Hypothese 2: Sprache hört nicht bei B1 auf

Der Integrationskurs – um auf seine zweite These zu kommen – zielt auf B1 ab. Für viele berufliche Wege seien jedoch weitergehende Sprachkenntnisse erforderlich, was für Ohswald bedeutet, dass auch nach dem Spracherwerb berufliche Weiterbildung schlicht ein wichtiger Schritt bleibe.

„Das IAB hat bei Geflüchteten gemessen, was nach dem Sprachkurs wirkt: Ein Sprachkurs mit Aktivierung bringt nach fünf bis sechs Jahren rund 3,5 Prozentpunkte mehr Beschäftigung“, zeigt sich der Founder auf LinkedIn überzeugt. „Eine geförderte Weiterbildung bringt rund 13 Prozentpunkte und etwa 800 Euro mehr Monatsbrutto.
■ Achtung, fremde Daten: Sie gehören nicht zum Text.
"""Tests of sweepaudit.methods.cscv (CSCV, probability of backtest overfitting).

Reference: Bailey, Borwein, Lopez de Prado and Zhu (2017), "The Probability of Backtest
Overfitting", Journal of Computational Finance 20(4) (the CSCV procedure).

Checked against something outside the code under test:

* ``cscv`` on a 4 x 3 matrix worked by hand (statistic "mean", every figure an exact fraction):
  logits, PBO, probability of loss, degradation line, dominance, selections.
* ``cscv`` against a slow literal loop over ``itertools.combinations`` written from the paper's
  algorithm, with exact rational arithmetic (``fractions.Fraction``) for the ordering, so ties
  are ties; both statistics, ties, zero-variance halves, T not a multiple of S.
* theory: under pure noise with exchangeable configurations the selected configuration's
  out-of-sample rank is uniform on 1..N, so E[PBO] is 1/2 for even N and (N + 1) / (2N) for odd
  N with the "<= 0" rule (METHODS.md); a configuration with a strong edge drives PBO to 0.
* the degradation line's least squares against ``scipy.stats.linregress`` via the oracle.

Internal consistency only: invariance to permuting configurations and to DataFrame input, the
mirror ordering of splits, the warning and error messages (our own wording). The diagnosis rule
read off a CSCV result is tested in test_overfitting.py.
"""

from __future__ import annotations

import itertools
import math
import warnings
from fractions import Fraction

import numpy as np
import pandas as pd
import pytest
from scipy import stats

from sweepaudit.errors import DegenerateDataError, InputError, SweepAuditWarning
from sweepaudit.methods.cscv import _split_indicator, cscv
from sweepaudit.results import CscvResult


def run_quietly(*args, **kwargs) -> CscvResult:
    """cscv with its (tested elsewhere) warnings silenced."""
    with warnings.catch_warnings():
        warnings.simplefilter("ignore", SweepAuditWarning)
        return cscv(*args, **kwargs)


# --------------------------------------------------------------------------- hand-worked example

HAND = np.array(
    [
        [2.0, 1.0, 0.0],
        [-2.0, 1.0, 2.0],
        [-1.0, 0.0, 2.0],
        [1.0, -2.0, 0.0],
    ]
)
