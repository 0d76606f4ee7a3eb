"""Tests of sweepaudit.methods.sharpe.

Verified against an outside reference (the deflated Sharpe ratio and the expected maximum are
tested in test_deflation.py):
- probabilistic_sharpe, minimum_track_record: hand computation from Bailey and Lopez de Prado (2012),
  worked out in the docstrings below;
- annualization_factor: Lo (2002) AR(1) example, eta(12) = 2.1213 for rho = 0.5;
- autocorrelations: statsmodels.tsa.stattools.acf;
- return_moments: scipy.stats.skew / scipy.stats.kurtosis(fisher=False);
- serial_correlation_standard_error: its long-run covariance against statsmodels'
  sandwich_covariance.S_hac_simple (Newey and West 1987), lags=0 against the Mertens formula, and a
  Monte Carlo of the Sharpe estimator on AR(1) returns (theory: Lo 2002);
- sharpe_standard_error: Monte Carlo of the Sharpe estimator on skewed, fat-tailed iid data
  (theory: Mertens 2002).

Internal consistency only: the minimum track record inverts the PSR; the "convention error" tests
show that the wrong conventions change the answer.
"""

from __future__ import annotations

import math

import numpy as np
import pytest
from scipy import signal, stats
from statsmodels.tsa.stattools import acf

from sweepaudit.errors import DegenerateDataError, InputError
from sweepaudit.methods.deflation import deflated_sharpe
from sweepaudit.methods.sharpe import (
    annualization_factor,
    annualized_sharpe,
    autocorrelations,
    minimum_track_record,
    probabilistic_sharpe,
    return_moments,
    serial_correlation_standard_error,
    sharpe_ratio,
    sharpe_standard_error,
)

from .sweeps import PAPER


# --------------------------------------------------------------------------------------------
# Convention errors change the answer
# --------------------------------------------------------------------------------------------


def test_excess_kurtosis_is_rejected_or_changes_the_answer():
    """Excess kurtosis 7 for the paper's raw 10 breaks kurtosis >= 1 + skew^2 (Pearson): an error."""
    with pytest.raises(InputError, match=r"kurtosis must be raw kurtosis .* at least 1 \+ skewness\*\*2 = 10; got kurtosis=7.0"):
        deflated_sharpe(**{**PAPER, "kurtosis": 7.0})
    # Where the bound does not catch it (no skew, raw 8 passed as excess 5) the PSR moves by
    # 0.0075 for a large per-window Sharpe ratio (kurtosis enters through SR^2, so small per-window
    # Sharpe ratios are less sensitive).
    raw = probabilistic_sharpe(0.4, benchmark=0.0, observations=24, skewness=0.0, kurtosis=8.0)
    excess = probabilistic_sharpe(0.4, benchmark=0.0, observations=24, skewness=0.0, kurtosis=5.0)
    assert raw.probability < 0.958 < excess.probability


def test_sqrt_n_instead_of_sqrt_n_minus_one_changes_the_answer():
    """PSR hand check (Bailey and Lopez de Prado 2012) with sqrt(36) instead of sqrt(35): 0.9552, not 0.952868."""
    sr = 1 / math.sqrt(12)
    se_n = sharpe_standard_error(sr, observations=36, divisor="n")
    by_hand_n = stats.norm.cdf(sr * math.sqrt(36) / math.sqrt(1 + sr**2 / 2))
    assert stats.norm.cdf(sr / se_n) == pytest.approx(by_hand_n, rel=1e-12)
    assert round(by_hand_n, 4) == 0.9552
    psr = probabilistic_sharpe(sr, benchmark=0.0, observations=36, skewness=0.0, kurtosis=3.0)
    assert abs(psr.probability - by_hand_n) > 0.002


# --------------------------------------------------------------------------------------------
# PSR and minimum track record
# --------------------------------------------------------------------------------------------


def test_probabilistic_sharpe_hand_check():
    """Bailey and Lopez de Prado (2012) PSR, by hand (METHODS.md).

    Annual SR 1.0 from monthly normal data: SR = 1/sqrt(12) = 0.2886751, n = 36, g3 = 0, g4 = 3.
    Numerator 1 - 0 + (3 - 1)/4 * SR^2 = 1 + 1/24 = 1.0416667.
    z = 0.2886751 * sqrt(35) / sqrt(1.0416667) = 1.7078251 / 1.0206207 = 1.6733201.
    Phi(1.6733201) = 0.952868.
    """
    result = probabilistic_sharpe(1 / math.sqrt(12), benchmark=0.0, observations=36, skewness=0.0, kurtosis=3.0)
    assert round(result.statistic, 6) == 1.673320
    assert round(result.probability, 6) == 0.952868
    assert result.benchmark == 0.0 and result.observations == 36


def test_minimum_track_record_hand_check():
    """Bailey and Lopez de Prado (2012) MinTRL (form from memory), by hand (METHODS.md).

    MinTRL = 1 + 1.0416667 * (1.6448536 / 0.2886751)^2 = 1 + 1.0416667 * 32.4659 = 34.82 months.
    """
    months = minimum_track_record(1 / math.sqrt(12), benchmark=0.0, skewness=0.0, kurtosis=3.0, confidence=0.95)
    assert round(months, 2) == 34.82


def test_minimum_track_record_inverts_psr():
    """Internal consistency: the PSR with MinTRL observations equals the confidence."""
    length = minimum_track_record(0.12, benchmark=0.03, skewness=-0.8, kurtosis=6.5, confidence=0.9)
    psr = probabilistic_sharpe(0.12, benchmark=0.03, observations=length, skewness=-0.8, kurtosis=6.5)
    assert psr.probability == pytest.approx(0.9, abs=1e-12)


def test_minimum_track_record_is_infinite_without_an_edge_over_the_benchmark():
    assert minimum_track_record(0.1, benchmark=0.1, skewness=0.0, kurtosis=3.0) == math.inf
    assert minimum_track_record(-0.2, benchmark=0.0, skewness=0.0, kurtosis=3.0) == math.inf


def test_psr_normal_case_is_lo_standard_error():
    """With g3 = 0, g4 = 3 the Mertens variance is Lo's (2002) (1 + SR^2/2)/n."""
    se = sharpe_standard_error(0.2, observations=101, divisor="n")
    assert se == pytest.approx(math.sqrt((1 + 0.02) / 101), rel=1e-14)


# --------------------------------------------------------------------------------------------
# Moments, Sharpe ratio, autocorrelations, annualization
# --------------------------------------------------------------------------------------------


def test_return_moments_against_scipy():
    """scipy.stats.skew (bias=True) and scipy.stats.kurtosis(fisher=False): raw kurtosis."""
    rng = np.random.default_rng(7)
    x = rng.standard_t(5, size=(400, 3)) * 0.01 + 0.001
    moments = return_moments(x)
    np.testing.assert_allclose(moments.skewness, stats.skew(x, axis=0), rtol=1e-12)
    np.testing.assert_allclose(moments.kurtosis, stats.kurtosis(x, axis=0, fisher=False), rtol=1e-12)
    np.testing.assert_allclose(moments.sharpe, x.mean(axis=0) / x.std(axis=0, ddof=1), rtol=1e-12)
    np.testing.assert_allclose(sharpe_ratio(x[:, 0]), x[:, 0].mean() / x[:, 0].std(ddof=1), rtol=1e-12)


def test_autocorrelations_against_statsmodels():
    """statsmodels.tsa.stattools.acf (default estimator)."""
    rng = np.random.default_rng(11)
    x = signal.lfilter([1.0], [1.0, -0.4], rng.standard_normal(3000))
    np.testing.assert_allclose(autocorrelations(x, max_lag=15), acf(x, nlags=15, fft=False)[1:], rtol=1e-10)


def test_lo_eta_ar1_theory():
    """Lo (2002): AR(1) rho = 0.5, q = 12, rho_k = 0.5^k gives eta(12) = 2.1213 (sqrt(12) = 3.4641)."""
    eta = annualization_factor(12, autocorrelations=0.5 ** np.arange(1, 12))
    assert round(eta, 4) == 2.1213
    assert annualization_factor(12, autocorrelations=np.zeros(11)) == pytest.approx(math.sqrt(12))
    assert round(annualization_factor(12), 4) == 3.4641


def test_lo_eta_on_simulated_ar1():
    """A long simulated AR(1) with rho = 0.5 gives eta(12) close to the theoretical 2.1213."""
    rng = np.random.default_rng(3)
    x = signal.lfilter([1.0], [1.0, -0.5], rng.standard_normal(200_000)) + 0.05
    rho = autocorrelations(x, max_lag=11)
    assert annualization_factor(12, autocorrelations=rho) == pytest.approx(2.1213, abs=0.03)
    adjusted = annualized_sharpe(x, periods_per_year=12)
    ignored = annualized_sharpe(x, periods_per_year=12, serial_correlation="ignored")
    assert adjusted / ignored == pytest.approx(2.1213 / math.sqrt(12), abs=0.01)


def test_mertens_variance_against_monte_carlo():
    """Mertens (2002): Var(SR) = [1 - g3 SR + (g4 - 1)/4 SR^2]/n on iid skewed, fat-tailed returns.

    Returns 0.2 + (chi2_4 - 4)/sqrt(8): unit variance, SR = 0.2, skewness sqrt(2), raw kurtosis 6.
    The normal formula (1 + SR^2/2)/n is 33 % higher, so the check discriminates.
    """
    rng = np.random.default_rng(2002)
    n, replications = 500, 4000
    x = 0.2 + (rng.chisquare(4, size=(n, replications)) - 4) / math.sqrt(8)
    estimates = x.mean(axis=0) / x.std(axis=0, ddof=1)
    simulated = estimates.var(ddof=1)
    theory = sharpe_standard_error(0.2, observations=n, skewness=math.sqrt(2), kurtosis=6.0, divisor="n") ** 2
    relative_error = math.sqrt(2 / (replications - 1))  # sd of a variance estimate, near-normal estimates
    assert simulated == pytest.approx(theory, rel=4 * relative_error)
    normal_theory = (1 + 0.02) / n
    assert abs(simulated - normal_theory) > 4 * relative_error * normal_theory


@pytest.mark.slow
def test_mertens_variance_against_monte_carlo_long():
    """As above with Student t(6) returns shifted to SR = 0.3 (skew 0, raw kurtosis 6) and 40,000 runs."""
    rng = np.random.default_rng(2003)
    n, replications = 250, 40_000
    scale = math.sqrt(6 / 4)
    estimates = np.empty(replications)
    for start in range(0, replications, 5000):
        x = 0.3 + rng.standard_t(6, size=(n, 5000)) / scale
        estimates[start : start + 5000] = x.mean(axis=0) / x.std(axis=0, ddof=1)
    theory = sharpe_standard_error(0.3, observations=n, skewness=0.0, kurtosis=6.0, divisor="n") ** 2
    assert estimates.var(ddof=1) == pytest.approx(theory, rel=4 * math.sqrt(2 / replications) + 0.01)


def test_serial_correlation_standard_error_references():
    """lags = 0 is Mertens (2002) with plug-in moments and divisor n; lags > 0 uses the Newey and
    West (1987) long-run covariance, checked against statsmodels' S_hac_simple."""
    from statsmodels.stats.sandwich_covariance import S_hac_simple

    rng = np.random.default_rng(21)
    x = signal.lfilter([1.0], [1.0, -0.3], rng.standard_t(5, size=800)) + 0.1
    n = x.size
    centred = x - x.mean()
    m2, m3, m4 = (np.mean(centred**k) for k in (2, 3, 4))
    plug_in = x.mean() / math.sqrt(m2)
    mertens = sharpe_standard_error(plug_in, observations=n, skewness=m3 / m2**1.5, kurtosis=m4 / m2**2, divisor="n")
    assert serial_correlation_standard_error(x, lags=0) == pytest.approx(mertens, rel=1e-10)
    moments = np.column_stack([centred, centred**2 - m2])
    long_run = S_hac_simple(moments, nlags=7) / n
    gradient = np.array([1 / math.sqrt(m2), -x.mean() / (2 * m2**1.5)])
    expected = math.sqrt(gradient @ long_run @ gradient / n)
    assert serial_correlation_standard_error(x, lags=7) == pytest.approx(expected, rel=1e-10)


def test_serial_correlation_standard_error_monte_carlo():
    """Theory (Lo 2002): with AR(1) rho = 0.5 returns the Sharpe estimator's variance is about
    (1 + rho)/(1 - rho) = 3 times the iid one; the HAC standard error tracks a Monte Carlo of it."""
    rng = np.random.default_rng(2002)
    n, replications = 1000, 1500
    x = signal.lfilter([1.0], [1.0, -0.5], rng.standard_normal((replications, n)), axis=1) + 0.05
    estimates = x.mean(axis=1) / x.std(axis=1, ddof=1)
    simulated = estimates.std(ddof=1)
    average_se = np.mean([serial_correlation_standard_error(row, lags=25) for row in x[:300]])
    assert average_se == pytest.approx(simulated, rel=0.1)
    iid_se = sharpe_standard_error(0.05 * math.sqrt(0.75), observations=n, divisor="n")
    assert simulated > 1.5 * iid_se


# --------------------------------------------------------------------------------------------
# Error messages
# --------------------------------------------------------------------------------------------


def test_error_observations_below_two():
    with pytest.raises(InputError, match=r"observations must be at least 2 .*got 1"):
        probabilistic_sharpe(0.1, benchmark=0.0, observations=1, skewness=0.0, kurtosis=3.0)
    with pytest.raises(DegenerateDataError, match=r"returns must hold at least 2 windows; got 1"):
        sharpe_ratio([0.1])


def test_error_confidence():
    with pytest.raises(InputError, match=r"confidence must lie strictly between 0 and 1; got 1.5"):
        minimum_track_record(0.2, benchmark=0.0, skewness=0.0, kurtosis=3.0, confidence=1.5)


def test_error_options():
    with pytest.raises(InputError, match=r"divisor must be one of n-1, n; got 'T'"):
        sharpe_standard_error(0.1, observations=10, divisor="T")
    with pytest.raises(InputError, match=r"serial_correlation must be one of adjusted, ignored; got 'yes'"):
        annualized_sharpe(np.arange(30.0), periods_per_year=12, serial_correlation="yes")


def test_error_non_finite_and_non_numeric():
    with pytest.raises(InputError, match=r"sharpe must be a finite number; got nan"):
        probabilistic_sharpe(float("nan"), benchmark=0.0, observations=10, skewness=0.0, kurtosis=3.0)
    with pytest.raises(InputError, match=r"benchmark must be a finite number; got 'zero'"):
        probabilistic_sharpe(0.1, benchmark="zero", observations=10, skewness=0.0, kurtosis=3.0)
    with pytest.raises(InputError, match=r"returns must be finite; got 1 NaN or infinite value\(s\), the first at window 1"):
        return_moments([0.1, float("nan"), 0.2])


def test_error_constant_returns():
    with pytest.raises(DegenerateDataError, match=r"returns is constant; its Sharpe ratio is undefined"):
        sharpe_ratio(np.full(20, 0.01))
    with pytest.raises(DegenerateDataError, match=r"returns has constant columns \(0-based indices 1\)"):
        sharpe_ratio(np.column_stack([np.arange(20.0), np.full(20, 0.01)]))
    with pytest.raises(DegenerateDataError, match=r"series is constant; its autocorrelations are undefined"):
        autocorrelations(np.ones(30), max_lag=2)


def test_error_annualization():
    with pytest.raises(InputError, match=r"periods_per_year must be a positive whole number .*got 12.5"):
        annualization_factor(12.5, autocorrelations=np.zeros(12))
    with pytest.raises(InputError, match=r"autocorrelations must hold at least periods_per_year - 1 = 11 values .*got 3"):
        annualization_factor(12, autocorrelations=np.zeros(3))
    with pytest.raises(InputError, match=r"periods_per_year must be positive and finite; got -4"):
        annualization_factor(-4)
    with pytest.raises(DegenerateDataError, match=r"non-positive variance of the annual sum"):
        annualization_factor(3, autocorrelations=[-0.9, 0.0])
    with pytest.raises(InputError, match=r"returns must hold more than periods_per_year = 12 windows .*got 10"):
        annualized_sharpe(np.arange(10.0), periods_per_year=12)
    with pytest.raises(InputError, match=r"max_lag must be a whole number from 0 to 4; got 5"):
        autocorrelations(np.arange(5.0), max_lag=5)


def test_error_serial_correlation_standard_error():
    with pytest.raises(InputError, match=r"lags must be a whole number from 0 to 9; got 10"):
        serial_correlation_standard_error(np.arange(10.0), lags=10)
    with pytest.raises(DegenerateDataError, match=r"returns is constant"):
        serial_correlation_standard_error(np.full(50, 0.02))
    with pytest.raises(InputError, match=r"returns must be 1-D \(windows\); got shape \(10, 2\)"):
        serial_correlation_standard_error(np.ones((10, 2)))


def test_error_zero_standard_error():
    """kurtosis exactly 1 + skew^2 (a two-point distribution) can make the SE vanish."""
    # Two-point law: g4 = 1 + g3^2; numerator 1 - g3 SR + g3^2 SR^2 / 4 = (1 - g3 SR / 2)^2 = 0 at SR = 2/g3.
    with pytest.raises(DegenerateDataError, match=r"standard error is 0 .*PSR is undefined"):
        probabilistic_sharpe(1.0, benchmark=0.0, observations=10, skewness=2.0, kurtosis=5.0)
Sprache öffnet die Tür. Qualifikation bringt durch.“

All dies im Hinterkopf, scheint nun klar, was GoStudent mit der Berlitz-Übernahme möchte: Seine beiden Hypothesen in die Praxis übersetzen: Sprache als Schlüssel für Bildung und Arbeitsmarkt – und als Ausgangspunkt für den nächsten Schritt, die berufliche Qualifizierung, und sich weiter als stationärer Anbieter verfestigen.